The beginning of August my father entered the hospital and we were told he had maybe 3-6 months to live. His heart was failing and I was solely responsible for his care. My kids went back to school and my non-profit work started to kick up full force, so  I was plenty distracted. The stress of my father’s condition and everything that went along with it, caused me to exercise less, eat more foods that I shouldn’t and drink a little bit more wine. My sleep has suffered too. My father fought this transition every step of the way – definitely a difficult patient. He was in denial that his life was going to end soon. I battled my own emotions with our relationship and yet at the same time the extreme need to do everything I could to help him. I was mad and sad and angry and worried. My father (with or without his faults) was in fact – my father. It was that simple. It is that simple.  I am a fixer and a helper (anxiety makes this worse) and I was determined to fix this for him. But a pending death can’t be fixed. Maybe I was in denial too. As the month of August ended – his condition and his mind were drastically changing. He was angry and bossy and trying to control anything little thing he could. Hurricane Florence was about to come through the area. Initially his location was going to be hit the hardest and in that moment of worry for this storm, my father gave up. He realized he didn’t have the power to get into his car and drive away from the storm.  Odd because he used to love to drive down to the oceanfront to either surf the waves or watch the waves as hurricanes came through.

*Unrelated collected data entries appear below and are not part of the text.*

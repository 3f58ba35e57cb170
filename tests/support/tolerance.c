/* SPDX-License-Identifier: BSD-2-Clause */
#include "support/tolerance.h"

#include <ctype.h>
#include <float.h>
#include <math.h>
#include <stdio.h>
#include <stdlib.h>

/* Common practice, no source: half as much again for the terms after the leading one. */
static const double truncation_margin = 1.5;
/* Common practice, no source: an observed order is not an integer at finite step. */
static const double order_allowance = 0.25;

struct ebb_test_tolerance ebb_test_rounding(double k, double scale)
{
  struct ebb_test_tolerance tolerance = {.limit = k * DBL_EPSILON * fabs(scale)};
  snprintf(tolerance.kind, sizeof tolerance.kind, "rounding, %g eps at %g", k, scale);
  return tolerance;
}

struct ebb_test_tolerance ebb_test_printed(const char *printed)
{
  int decimals = 0, exponent = 0;
  bool point = false, digits = false;
  const char *at = printed + (*printed == '-' || *printed == '+');
  for (; isdigit((unsigned char)*at) || (*at == '.' && !point); at++) {
    if (*at == '.')
      point = true;
    else {
      digits = true;
      decimals += point;
    }
  }
  bool good = digits;
  if (good && (*at == 'e' || *at == 'E')) {
    char *end = NULL;
    exponent = (int)strtol(at + 1, &end, 10);
    good = end != at + 1;
    at = end;
  }
  good = good && *at == '\0';
  /* the decimal value of the digits itself rounds to a double once more */
  double rounding = DBL_EPSILON * fabs(ebb_test_printed_value(printed));
  struct ebb_test_tolerance tolerance = {.limit = good ? pow(10.0, exponent - decimals) / 2 + rounding : NAN};
  snprintf(tolerance.kind, sizeof tolerance.kind, good ? "half a unit of the last digit of %s" : "'%s' is no number",
           printed);
  return tolerance;
}

double ebb_test_printed_value(const char *printed) { return strtod(printed, NULL); }

struct ebb_test_tolerance ebb_test_truncation(double coarse, double fine, double refinement, double order)
{
  double estimate = fabs(fine - coarse) / (pow(refinement, order) - 1);
  struct ebb_test_tolerance tolerance = {.limit = truncation_margin * estimate};
  snprintf(tolerance.kind, sizeof tolerance.kind,
           "truncation, order %g from %.10g to %.10g at step ratio %g, margin %g", order, coarse, fine, refinement,
           truncation_margin);
  return tolerance;
}

struct ebb_test_tolerance ebb_test_solver(double multiple, double requested, double scale)
{
  struct ebb_test_tolerance tolerance = {.limit = multiple * requested * fabs(scale)};
  snprintf(tolerance.kind, sizeof tolerance.kind, "solver, %g times the requested %g at %g", multiple, requested,
           scale);
  return tolerance;
}

bool ebb_test_within(double actual, double expected, struct ebb_test_tolerance tolerance, const char *name,
                     char text[static EBB_TEST_TEXT_MAX])
{
  double off = fabs(actual - expected);
  if (off <= tolerance.limit) {
    text[0] = '\0';
    return true;
  }
  snprintf(text, EBB_TEST_TEXT_MAX, "%.60s = %.17g, expected %.17g: off by %.3g (relative %.3g), limit %.3g [%s]", name,
           actual, expected, off, off / fabs(expected), tolerance.limit, tolerance.kind);
  return false;
}

bool ebb_test_has_order(double coarse_error, double fine_error, double refinement, double order,
                        char text[static EBB_TEST_TEXT_MAX])
{
  double seen = log(fabs(coarse_error) / fabs(fine_error)) / log(refinement);
  if (seen >= order - order_allowance) {
    text[0] = '\0';
    return true;
  }
  snprintf(text, EBB_TEST_TEXT_MAX,
           "error went from %.3g to %.3g at step ratio %g: order %.2f, expected %g (allowance %g)", coarse_error,
           fine_error, refinement, seen, order, order_allowance);
  return false;
}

During the month of September, I watched my father (thanks to daily face times and phone calls) slowly deteriorate. Watching this process and managing this process was emotionally draining. Suddenly, I didn’t want him to die. I made sure I did everything I could for him and talked to him every day. When he couldn’t talk, I did all the talking.  Luckily I have the gift of gab. I made sure I told him all the things I thought he needed to hear and I needed to say.  After dealing with anxiety for most of my life, suddenly I felt different, my anxiety felt different. I was facing something terribly hard and facing death (my big anxiety worry) but I was OK. I started to think maybe I am stronger than I thought. I am stronger than what my anxiety always tries to tell me. This realization came to me slowly as I was able to stay busy with my kids and their sports and non-profit work. I was still standing, I was still functioning. I had moments of sadness but I kept myself in this place of denial. I haven’t written about his death or talked about it very much. I am not good at feeling these very complex emotions yet it all caught up with me last night. No more distractions – time to just grieve and feel and know it’s all OK. Anxiety tries to tell you – you are not ok and you can’t do it. But you can do it and you are OK! I can do it and I am OK!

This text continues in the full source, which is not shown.